I am reminded of a couple I counseled. I’ll call them Brittany and Ron. They had been married for seven years when Ron had an affair. Brittany was devastated but decided to stay in the relationship. However she decided not to forgive Ron. She felt wronged and was committed to punishing him for his offense every opportunity she had. Ron, on the other hand, never apologized for hurting her and just kept defending himself by saying, “I didn’t do anything wrong.”

Finally Brittany began to realize how much effort she was putting into trying to hurt Ron as much as he had hurt her. Their relationship was becoming nearly intolerable.  She was becoming unhappier by the day. Brittany began to realize that by trying to hurt Ron, she was punishing herself; she was taking the poison and waiting for him to die.

Forgiveness is not a feeling. It is a choice. It is a willingness to give back to the person who has hurt you what you gave before the hurt occurred. That could be friendship, affection, the benefit of the doubt, a hug, a kiss, kind words, or whatever it is you have withdrawn to protect yourself.

Forgiveness is a practice and a process, not an outcome. It doesn’t mean “putting the past behind you and moving on”. It means that you commit to working on improving your relationship by engaging in behaviors that will heal the wounds that hurt and betrayal have caused.

Brittany came to realize what she needed to do. Instead of waiting for Ron to apologize, or for her feelings to change, she began to engage in actions that were forgiving. She decided to start by giving him back a smile when she greeted him. Eventually she began to sit next to him on the couch when they watched TV. Later she added a goodnight kiss before bed. She didn’t always feel like doing these actions, but she saw them as medicine that could heal the relationship. Once he was no longer under constant attack, Ron stopped defending himself and admitted to Brittany that he knew his actions had caused great harm to her and had damaged their relationship. He began making amends for his behavior to try and repair the damage he had caused through his infidelity.

Not all acts of forgiveness result in reconciliation. Sometimes relationships end in spite of our willingness to forgive. But when we regard forgiveness as an action, not a feeling, the power is in our hands to give back what was there before the damage was done. We don’t have to wait for an apology or for our feelings to change.

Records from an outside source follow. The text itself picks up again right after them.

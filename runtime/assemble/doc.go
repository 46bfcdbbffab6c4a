// Package assemble builds global sparse systems from element kernels: the
// kernel interfaces shared by the interpreted kernels (runtime/interp) and
// the generated Go kernels of the back end, and a parallel, deterministic
// assembler over a mesh and a dof map.
//
// Place in the flow lang -> compiler -> runtime: kernels implement the
// lowered form of a model; the Assembler loops over the mesh's cells and
// boundary facets, scatters element matrices into a CSR matrix (pattern
// from sparse.PatternFromElements, positions precomputed with
// sparse.CSR.ScatterIndex), and runtime/problem imposes Dirichlet values
// (sparse.CSR.EliminateRows) and solves with runtime/linsolve.
//
// # Determinism
//
// Assemble gives bit-identical matrices and vectors for every worker
// count: each matrix and vector entry receives its cell contributions in
// increasing cell order (see Assembler.Assemble for how), then its facet
// contributions in facet order.
//
// # Allocation
//
// Per-worker buffers are made once per Assemble call; the per-cell path
// (gather coordinates and previous values, kernel, scatter) does not
// allocate.
package assemble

Forgiveness applies to the big stuff, such as betrayal and infidelity, and the little stuff like a hurtful comment, a forgotten birthday, or a public embarrassment. Here’s the question about forgiveness: Will you choose it? And then, will you do it? The willingness to forgive can create something very powerful. It can renew depth, intimacy, and new possibility in all your relationships. It is the perfect gift during this season of giving.

The Gift of Forgiving

  1. Make a list of people you would like to forgive or create a new relationship with.  Put yourself first.
  2. Identify what it is you think you or the other person has done wrong.
  3. Allow yourself to feel the regret, remorse, and sorrow that follow.
  4. Going forward, make a sincere promise to avoid being hurtful to yourself or the person who has hurt you.
  5. If you, or the other person make a mistake and do it again, pick yourself up, dust yourself off, and start the process of forgiving all over again.
The act of forgiveness is like stepping onto your yoga mat.  Some days you just don’t feel like it but you do it anyway and end up feeling better.  The same is true with forgiveness.  Some days you just don’t feel like it.  But do it anyway.

Make forgiveness a habit of your heart. Holding a grudge is way overrated.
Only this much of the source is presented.